- Date: 19–26 June
- Edition: 3rd
- Category: World Series
- Draw: 32S / 16D
- Prize money: $700,000
- Surface: Grass / outdoor
- Location: Halle, North Rhine-Westphalia, Germany
- Venue: Gerry Weber Stadion

Champions

Singles
- Marc Rosset

Doubles
- Jacco Eltingh / Paul Haarhuis
| Gerry Weber Open |

= 1995 Gerry Weber Open =

The 1995 Gerry Weber Open was a men's tennis tournament played on outdoor grass courts. It was the 3rd edition of the Gerry Weber Open, and was part of the World Series of the 1995 ATP Tour.

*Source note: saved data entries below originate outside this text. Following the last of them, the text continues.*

// Iterative refinement (J.H. Wilkinson, Rounding Errors in Algebraic Processes, 1963): the factor's answer is improved by the
// factor's answer to its own residual.

import { solveFactor, type Factor, type Symbolic } from './cholesky.ts'

export interface Refined {
  readonly x: Float64Array
  /** |Kx - f| / (|K| |x| + |f|), maximum norms, over the dofs that are not fixed. */
  readonly residual: number
  /** Corrections that were tried, the last of which may not have been taken. */
  readonly steps: number
}

const MOST_STEPS = 5

/**
 * Solution of K x = f with x = 0 at the fixed dofs, refined until the residual is not above `limit` or no longer falls.
 * K is the sum of the element matrices that were factorised, one a clique.
 */
export function solveRefined(
  symbolic: Symbolic,
  elements: readonly Float64Array[],
  fixed: Uint8Array,
  factor: Factor,
  load: Float64Array,
  { limit = 0 }: { limit?: number } = {}
): Refined {
  const f = load.map((force, dof) => (fixed[dof] ? 0 : force))
  const size = maximum(f)
  if (size === 0) return { x: new Float64Array(symbolic.n), residual: 0, steps: 0 }
  const norm = rowSumNorm(symbolic, elements)
  const evaluate = (x: Float64Array) => {
    const r = subtractProduct(symbolic, elements, fixed, f, x)
    return { x, r, residual: maximum(r) / (norm * maximum(x) + size) }
  }
  let best = evaluate(solveFactor(factor, f))
  let steps = 0
  while (steps < MOST_STEPS && best.residual > limit) {
    const change = solveFactor(factor, best.r)
    const next = evaluate(best.x.map((displacement, dof) => displacement + change[dof]))
    steps++
    if (!(next.residual < 0.5 * best.residual)) break
    best = next
  }
  return { x: best.x, residual: best.residual, steps }
}

/** f - K x at the dofs that are not fixed, 0 at the others. */
function subtractProduct(
  { cliqueDofStart, cliqueDof }: Symbolic,
  elements: readonly Float64Array[],
  fixed: Uint8Array,
  f: Float64Array,
  x: Float64Array
): Float64Array {
  const r = f.slice()
  for (let e = 0; e < elements.length; e++) {
    const from = cliqueDofStart[e]
    subtractElement(elements[e], cliqueDof, from, cliqueDofStart[e + 1] - from, x, r)
  }
  for (let dof = 0; dof < r.length; dof++) if (fixed[dof]) r[dof] = 0
  return r
}

/** In place: r less the product of one element matrix (n x n, its dofs in `dofs` from `from`) with x. */
function subtractElement(matrix: Float64Array, dofs: Int32Array, from: number, n: number, x: Float64Array, r: Float64Array): void {
  for (let i = 0; i < n; i++) {
    let sum = 0
    for (let j = 0; j < n; j++) sum += matrix[i * n + j] * x[dofs[from + j]]
    r[dofs[from + i]] -= sum
  }
}

/** An upper bound of the maximum row sum: the element matrices' absolute row sums, added. */
function rowSumNorm({ n, cliqueDofStart, cliqueDof }: Symbolic, elements: readonly Float64Array[]): number {
  const sums = new Float64Array(n)
  for (let e = 0; e < elements.length; e++) {
    const from = cliqueDofStart[e]
    const size = cliqueDofStart[e + 1] - from
    const matrix = elements[e]
    for (let i = 0; i < size; i++) {
      let sum = 0
      for (let j = 0; j < size; j++) sum += Math.abs(matrix[i * size + j])
      sums[cliqueDof[from + i]] += sum
    }
  }
  return maximum(sums)
}

function maximum(array: Float64Array): number {
  let largest = 0
  for (const entry of array) largest = Math.max(largest, Math.abs(entry))
  return largest
}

It took place at the Gerry Weber Stadion in Halle, North Rhine-Westphalia, Germany, from 19 June through 26 June 1995. Fourth-seeded Marc Rosset won the singles title.

==Finals==

===Singles===

SUI Marc Rosset defeated GER Michael Stich 3–6, 7–6^{(13–11)}, 7–6^{(10–8)}
- It was Rosset's 2nd singles title of the year and the 11th of his career.

===Doubles===

NED Jacco Eltingh / NED Paul Haarhuis defeated RUS Yevgeny Kafelnikov / RUS Andrei Olhovskiy 6–2, 3–6, 6–3
- It was Eltingh's 3rd title of the year and the 27th of his career. It was Haarhuis' 4th title of the year and the 25th of his career.